▸ Task description:
In the data that follows, find the line with "return [round6(lonDeg), round6(latDeg)];"; transcribe it, every later line up to the one with "export async function", and that line as well, exactly and with no others.

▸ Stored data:
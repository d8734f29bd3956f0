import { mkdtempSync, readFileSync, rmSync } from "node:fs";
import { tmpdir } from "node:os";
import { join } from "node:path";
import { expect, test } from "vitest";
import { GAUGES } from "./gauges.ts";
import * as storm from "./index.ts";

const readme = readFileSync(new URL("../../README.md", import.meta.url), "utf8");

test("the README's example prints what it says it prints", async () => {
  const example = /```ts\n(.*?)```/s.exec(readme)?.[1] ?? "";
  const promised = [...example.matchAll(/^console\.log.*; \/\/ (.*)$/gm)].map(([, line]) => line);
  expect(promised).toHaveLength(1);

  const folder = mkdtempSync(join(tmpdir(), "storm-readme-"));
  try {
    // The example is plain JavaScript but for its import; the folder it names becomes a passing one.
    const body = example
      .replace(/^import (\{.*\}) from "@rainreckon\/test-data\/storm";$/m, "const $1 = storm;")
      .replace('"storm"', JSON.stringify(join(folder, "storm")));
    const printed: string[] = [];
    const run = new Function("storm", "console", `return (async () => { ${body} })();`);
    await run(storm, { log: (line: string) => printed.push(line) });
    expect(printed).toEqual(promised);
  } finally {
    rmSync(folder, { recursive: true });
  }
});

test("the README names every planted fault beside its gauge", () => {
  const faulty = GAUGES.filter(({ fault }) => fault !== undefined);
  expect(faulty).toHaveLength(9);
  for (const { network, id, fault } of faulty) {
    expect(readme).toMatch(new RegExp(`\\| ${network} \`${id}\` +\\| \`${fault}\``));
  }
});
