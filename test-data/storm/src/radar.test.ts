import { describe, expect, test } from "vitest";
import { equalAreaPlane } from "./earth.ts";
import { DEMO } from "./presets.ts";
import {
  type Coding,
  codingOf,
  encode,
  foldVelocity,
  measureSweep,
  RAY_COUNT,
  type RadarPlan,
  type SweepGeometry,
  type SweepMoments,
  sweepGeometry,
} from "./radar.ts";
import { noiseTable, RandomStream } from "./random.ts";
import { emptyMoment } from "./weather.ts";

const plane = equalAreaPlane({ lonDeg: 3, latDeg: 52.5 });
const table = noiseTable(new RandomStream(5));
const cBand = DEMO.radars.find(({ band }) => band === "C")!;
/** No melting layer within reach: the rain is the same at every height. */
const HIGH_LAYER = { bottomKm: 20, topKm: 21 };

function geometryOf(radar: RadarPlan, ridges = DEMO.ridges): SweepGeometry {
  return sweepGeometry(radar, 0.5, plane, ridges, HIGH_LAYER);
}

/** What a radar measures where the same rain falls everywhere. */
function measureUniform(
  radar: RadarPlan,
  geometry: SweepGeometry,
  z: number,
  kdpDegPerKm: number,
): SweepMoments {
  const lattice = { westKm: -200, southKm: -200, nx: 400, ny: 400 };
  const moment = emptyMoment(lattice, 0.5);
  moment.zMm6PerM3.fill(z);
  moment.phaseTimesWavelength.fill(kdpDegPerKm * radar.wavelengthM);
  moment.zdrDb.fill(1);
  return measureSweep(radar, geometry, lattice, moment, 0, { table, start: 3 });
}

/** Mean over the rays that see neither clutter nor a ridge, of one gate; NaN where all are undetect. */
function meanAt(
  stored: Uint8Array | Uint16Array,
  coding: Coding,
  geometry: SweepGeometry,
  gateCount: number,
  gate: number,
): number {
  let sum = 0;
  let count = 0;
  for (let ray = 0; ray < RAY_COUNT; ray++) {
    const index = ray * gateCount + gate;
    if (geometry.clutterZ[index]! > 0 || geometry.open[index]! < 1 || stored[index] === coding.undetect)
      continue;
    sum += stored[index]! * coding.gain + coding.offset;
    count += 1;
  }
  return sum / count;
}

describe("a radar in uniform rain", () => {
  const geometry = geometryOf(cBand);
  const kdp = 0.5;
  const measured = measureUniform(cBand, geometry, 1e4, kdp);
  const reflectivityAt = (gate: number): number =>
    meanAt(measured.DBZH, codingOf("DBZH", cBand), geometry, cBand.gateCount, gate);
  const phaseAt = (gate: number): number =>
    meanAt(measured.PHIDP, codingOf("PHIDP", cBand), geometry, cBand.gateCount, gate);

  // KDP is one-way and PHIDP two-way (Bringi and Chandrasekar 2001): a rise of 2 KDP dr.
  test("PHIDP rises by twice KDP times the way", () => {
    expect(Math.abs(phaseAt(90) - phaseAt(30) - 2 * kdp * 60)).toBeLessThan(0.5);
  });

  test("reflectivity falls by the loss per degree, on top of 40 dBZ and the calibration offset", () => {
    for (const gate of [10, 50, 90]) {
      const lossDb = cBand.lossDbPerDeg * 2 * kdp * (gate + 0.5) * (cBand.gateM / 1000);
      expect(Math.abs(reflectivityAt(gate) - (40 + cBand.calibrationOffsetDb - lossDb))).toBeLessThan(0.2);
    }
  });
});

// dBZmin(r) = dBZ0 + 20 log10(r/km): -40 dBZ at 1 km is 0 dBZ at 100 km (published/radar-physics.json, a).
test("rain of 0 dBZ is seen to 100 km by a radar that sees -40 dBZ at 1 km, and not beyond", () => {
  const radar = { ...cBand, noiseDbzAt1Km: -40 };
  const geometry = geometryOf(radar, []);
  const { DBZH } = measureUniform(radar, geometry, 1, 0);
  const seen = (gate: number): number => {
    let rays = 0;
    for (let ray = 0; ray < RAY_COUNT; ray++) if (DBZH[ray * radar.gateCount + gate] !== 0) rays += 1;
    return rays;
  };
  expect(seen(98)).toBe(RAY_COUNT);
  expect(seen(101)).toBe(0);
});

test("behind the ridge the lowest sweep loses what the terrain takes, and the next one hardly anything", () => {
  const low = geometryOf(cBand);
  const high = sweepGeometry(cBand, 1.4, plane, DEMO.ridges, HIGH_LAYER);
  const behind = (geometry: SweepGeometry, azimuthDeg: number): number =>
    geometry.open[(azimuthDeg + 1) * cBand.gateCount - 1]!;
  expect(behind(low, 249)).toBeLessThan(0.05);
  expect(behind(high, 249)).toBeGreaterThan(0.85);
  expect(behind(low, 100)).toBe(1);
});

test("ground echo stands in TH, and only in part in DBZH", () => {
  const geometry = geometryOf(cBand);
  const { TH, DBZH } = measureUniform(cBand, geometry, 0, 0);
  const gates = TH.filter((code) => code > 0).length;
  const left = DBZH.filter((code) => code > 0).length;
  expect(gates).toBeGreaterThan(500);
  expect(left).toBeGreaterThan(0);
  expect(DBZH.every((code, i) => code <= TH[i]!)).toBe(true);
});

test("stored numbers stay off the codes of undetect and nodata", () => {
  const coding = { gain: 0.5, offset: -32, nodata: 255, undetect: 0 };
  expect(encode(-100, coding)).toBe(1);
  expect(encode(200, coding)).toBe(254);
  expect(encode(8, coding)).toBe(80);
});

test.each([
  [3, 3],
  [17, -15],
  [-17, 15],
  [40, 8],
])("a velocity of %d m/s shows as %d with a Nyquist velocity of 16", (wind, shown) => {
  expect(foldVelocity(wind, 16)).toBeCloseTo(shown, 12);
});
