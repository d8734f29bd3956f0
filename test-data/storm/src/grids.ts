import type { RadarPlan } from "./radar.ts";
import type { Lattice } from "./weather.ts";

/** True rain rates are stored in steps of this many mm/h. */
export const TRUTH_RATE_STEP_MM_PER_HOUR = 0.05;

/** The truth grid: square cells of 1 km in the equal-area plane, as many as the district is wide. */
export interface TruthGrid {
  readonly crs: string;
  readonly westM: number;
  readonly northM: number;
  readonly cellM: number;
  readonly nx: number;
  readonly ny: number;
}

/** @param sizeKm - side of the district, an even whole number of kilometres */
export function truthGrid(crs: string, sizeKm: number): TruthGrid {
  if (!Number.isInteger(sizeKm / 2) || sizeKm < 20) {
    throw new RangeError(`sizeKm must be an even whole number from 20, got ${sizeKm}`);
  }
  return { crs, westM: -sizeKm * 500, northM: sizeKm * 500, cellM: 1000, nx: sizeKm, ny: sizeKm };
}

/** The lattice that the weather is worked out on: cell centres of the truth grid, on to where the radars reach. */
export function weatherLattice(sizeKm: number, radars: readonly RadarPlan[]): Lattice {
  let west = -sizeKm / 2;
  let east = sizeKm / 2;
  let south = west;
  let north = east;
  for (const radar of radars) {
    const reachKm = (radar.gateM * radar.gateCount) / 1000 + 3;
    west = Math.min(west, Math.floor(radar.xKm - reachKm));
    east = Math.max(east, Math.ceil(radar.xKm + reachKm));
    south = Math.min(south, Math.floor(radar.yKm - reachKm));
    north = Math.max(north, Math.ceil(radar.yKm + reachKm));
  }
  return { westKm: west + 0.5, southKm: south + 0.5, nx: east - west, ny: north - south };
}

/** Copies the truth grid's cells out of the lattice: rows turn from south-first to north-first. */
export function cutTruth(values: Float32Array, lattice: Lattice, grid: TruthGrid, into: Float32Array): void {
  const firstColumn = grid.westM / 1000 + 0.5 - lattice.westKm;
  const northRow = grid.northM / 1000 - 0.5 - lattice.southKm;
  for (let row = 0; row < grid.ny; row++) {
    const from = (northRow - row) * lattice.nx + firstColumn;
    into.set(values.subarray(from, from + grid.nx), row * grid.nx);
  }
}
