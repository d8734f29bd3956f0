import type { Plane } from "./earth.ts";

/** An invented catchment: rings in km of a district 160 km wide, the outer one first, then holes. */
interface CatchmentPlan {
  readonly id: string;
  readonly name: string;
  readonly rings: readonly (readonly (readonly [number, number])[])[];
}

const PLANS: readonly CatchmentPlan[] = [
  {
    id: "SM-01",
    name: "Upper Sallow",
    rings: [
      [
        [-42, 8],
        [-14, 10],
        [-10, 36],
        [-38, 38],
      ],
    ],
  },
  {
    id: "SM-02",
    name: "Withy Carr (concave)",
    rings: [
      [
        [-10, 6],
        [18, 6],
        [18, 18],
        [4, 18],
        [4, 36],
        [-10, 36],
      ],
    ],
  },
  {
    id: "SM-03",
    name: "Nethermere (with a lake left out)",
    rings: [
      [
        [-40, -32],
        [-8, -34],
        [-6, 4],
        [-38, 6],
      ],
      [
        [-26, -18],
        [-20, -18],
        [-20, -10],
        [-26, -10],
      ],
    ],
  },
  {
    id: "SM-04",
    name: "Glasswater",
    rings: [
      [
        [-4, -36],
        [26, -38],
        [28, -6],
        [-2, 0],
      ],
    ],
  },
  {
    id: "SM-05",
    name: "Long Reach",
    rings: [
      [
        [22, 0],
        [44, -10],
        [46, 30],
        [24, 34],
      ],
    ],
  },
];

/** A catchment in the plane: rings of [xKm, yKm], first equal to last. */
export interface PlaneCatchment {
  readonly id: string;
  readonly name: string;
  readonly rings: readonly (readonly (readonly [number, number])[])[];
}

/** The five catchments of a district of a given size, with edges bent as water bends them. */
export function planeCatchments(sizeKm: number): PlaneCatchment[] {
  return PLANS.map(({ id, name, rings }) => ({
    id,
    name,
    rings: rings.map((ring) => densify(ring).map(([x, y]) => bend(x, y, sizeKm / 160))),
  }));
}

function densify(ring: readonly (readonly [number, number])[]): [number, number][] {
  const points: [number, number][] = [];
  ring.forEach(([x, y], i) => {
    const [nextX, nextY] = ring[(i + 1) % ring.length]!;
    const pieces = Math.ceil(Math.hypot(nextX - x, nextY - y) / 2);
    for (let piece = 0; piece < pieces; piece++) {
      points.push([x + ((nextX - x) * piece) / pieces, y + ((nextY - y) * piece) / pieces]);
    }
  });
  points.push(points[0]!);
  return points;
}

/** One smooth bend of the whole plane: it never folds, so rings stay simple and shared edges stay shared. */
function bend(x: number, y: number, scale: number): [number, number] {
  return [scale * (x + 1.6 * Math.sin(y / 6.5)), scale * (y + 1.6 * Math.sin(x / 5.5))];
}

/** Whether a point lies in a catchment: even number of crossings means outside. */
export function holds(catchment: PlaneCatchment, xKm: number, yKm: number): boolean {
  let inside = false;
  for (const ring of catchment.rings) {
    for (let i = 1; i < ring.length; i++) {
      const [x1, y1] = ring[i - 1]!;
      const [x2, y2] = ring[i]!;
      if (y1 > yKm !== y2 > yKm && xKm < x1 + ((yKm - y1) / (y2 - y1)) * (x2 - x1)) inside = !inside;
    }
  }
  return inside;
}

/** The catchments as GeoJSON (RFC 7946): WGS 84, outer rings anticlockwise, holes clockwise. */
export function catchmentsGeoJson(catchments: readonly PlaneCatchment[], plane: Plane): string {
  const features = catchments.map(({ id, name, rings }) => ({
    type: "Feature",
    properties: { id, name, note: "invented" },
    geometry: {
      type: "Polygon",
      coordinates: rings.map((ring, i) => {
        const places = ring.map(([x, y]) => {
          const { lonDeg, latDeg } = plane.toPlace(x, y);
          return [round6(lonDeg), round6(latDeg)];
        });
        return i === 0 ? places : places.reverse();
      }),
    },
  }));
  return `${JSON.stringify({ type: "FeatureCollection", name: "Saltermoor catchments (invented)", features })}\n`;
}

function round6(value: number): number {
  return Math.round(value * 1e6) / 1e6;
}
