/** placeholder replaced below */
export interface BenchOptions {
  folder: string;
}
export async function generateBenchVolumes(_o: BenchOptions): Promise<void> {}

--

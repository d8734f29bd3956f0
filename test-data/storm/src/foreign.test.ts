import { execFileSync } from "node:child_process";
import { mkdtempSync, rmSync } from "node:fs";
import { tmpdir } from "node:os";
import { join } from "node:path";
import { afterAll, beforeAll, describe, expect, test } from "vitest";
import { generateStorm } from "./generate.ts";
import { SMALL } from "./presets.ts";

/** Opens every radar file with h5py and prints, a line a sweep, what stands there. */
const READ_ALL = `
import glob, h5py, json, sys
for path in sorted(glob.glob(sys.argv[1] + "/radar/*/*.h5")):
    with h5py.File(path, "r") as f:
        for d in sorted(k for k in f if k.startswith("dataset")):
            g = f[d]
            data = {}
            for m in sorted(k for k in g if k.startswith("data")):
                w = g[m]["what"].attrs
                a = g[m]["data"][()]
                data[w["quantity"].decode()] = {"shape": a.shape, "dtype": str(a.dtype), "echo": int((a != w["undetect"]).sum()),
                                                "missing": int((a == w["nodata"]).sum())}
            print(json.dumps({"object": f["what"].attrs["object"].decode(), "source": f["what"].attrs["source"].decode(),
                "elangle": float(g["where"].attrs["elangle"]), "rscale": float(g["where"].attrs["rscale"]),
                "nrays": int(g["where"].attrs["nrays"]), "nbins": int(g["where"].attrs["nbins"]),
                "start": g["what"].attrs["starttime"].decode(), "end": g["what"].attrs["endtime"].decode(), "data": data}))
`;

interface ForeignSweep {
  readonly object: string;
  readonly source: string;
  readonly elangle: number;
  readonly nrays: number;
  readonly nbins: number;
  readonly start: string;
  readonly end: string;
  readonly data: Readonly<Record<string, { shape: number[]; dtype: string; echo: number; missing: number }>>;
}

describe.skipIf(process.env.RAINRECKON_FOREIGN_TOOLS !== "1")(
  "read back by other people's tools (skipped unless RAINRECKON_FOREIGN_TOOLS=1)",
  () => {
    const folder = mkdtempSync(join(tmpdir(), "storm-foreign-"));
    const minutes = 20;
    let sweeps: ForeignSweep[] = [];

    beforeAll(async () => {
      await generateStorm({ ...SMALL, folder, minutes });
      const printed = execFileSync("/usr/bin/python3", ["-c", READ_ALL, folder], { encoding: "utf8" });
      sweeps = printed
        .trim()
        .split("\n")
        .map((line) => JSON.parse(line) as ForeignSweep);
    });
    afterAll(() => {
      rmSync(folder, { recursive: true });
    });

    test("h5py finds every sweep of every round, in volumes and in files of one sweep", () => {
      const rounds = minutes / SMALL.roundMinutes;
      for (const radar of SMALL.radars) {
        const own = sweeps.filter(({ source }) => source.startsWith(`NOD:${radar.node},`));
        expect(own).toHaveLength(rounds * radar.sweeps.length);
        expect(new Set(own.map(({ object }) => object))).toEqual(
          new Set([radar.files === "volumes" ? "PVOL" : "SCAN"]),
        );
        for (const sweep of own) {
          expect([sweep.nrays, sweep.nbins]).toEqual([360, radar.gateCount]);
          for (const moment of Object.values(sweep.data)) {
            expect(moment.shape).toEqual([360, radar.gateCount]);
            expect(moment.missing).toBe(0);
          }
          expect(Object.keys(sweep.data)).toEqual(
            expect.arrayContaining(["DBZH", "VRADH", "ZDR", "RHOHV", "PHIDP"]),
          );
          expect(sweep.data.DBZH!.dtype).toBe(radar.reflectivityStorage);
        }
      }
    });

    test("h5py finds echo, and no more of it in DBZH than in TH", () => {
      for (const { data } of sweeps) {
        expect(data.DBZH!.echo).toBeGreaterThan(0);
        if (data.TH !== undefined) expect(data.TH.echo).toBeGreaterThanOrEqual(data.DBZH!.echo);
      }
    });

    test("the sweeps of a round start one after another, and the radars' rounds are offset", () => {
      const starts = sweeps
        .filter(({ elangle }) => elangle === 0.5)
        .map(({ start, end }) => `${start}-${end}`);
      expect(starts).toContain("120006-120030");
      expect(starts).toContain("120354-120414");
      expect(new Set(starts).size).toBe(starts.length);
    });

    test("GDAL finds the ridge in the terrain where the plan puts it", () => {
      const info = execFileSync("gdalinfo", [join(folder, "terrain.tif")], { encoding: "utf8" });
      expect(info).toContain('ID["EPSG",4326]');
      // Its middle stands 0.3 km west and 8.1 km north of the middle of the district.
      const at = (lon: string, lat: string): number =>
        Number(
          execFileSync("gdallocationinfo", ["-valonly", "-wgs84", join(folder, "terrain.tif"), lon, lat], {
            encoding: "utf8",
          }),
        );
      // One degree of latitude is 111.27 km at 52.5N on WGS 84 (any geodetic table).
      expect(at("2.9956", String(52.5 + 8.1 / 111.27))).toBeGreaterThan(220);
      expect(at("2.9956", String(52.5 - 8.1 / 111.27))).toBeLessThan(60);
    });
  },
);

▸ Solution to this exercise:
          return [round6(lonDeg), round6(latDeg)];
        });
        return i === 0 ? places : places.reverse();
      }),
    },
  }));
  return `${JSON.stringify({ type: "FeatureCollection", name: "Saltermoor catchments (invented)", features })}\n`;
}

function round6(value: number): number {
  return Math.round(value * 1e6) / 1e6;
}
/** placeholder replaced below */
export interface BenchOptions {
  folder: string;
}
export async function generateBenchVolumes(_o: BenchOptions): Promise<void> {}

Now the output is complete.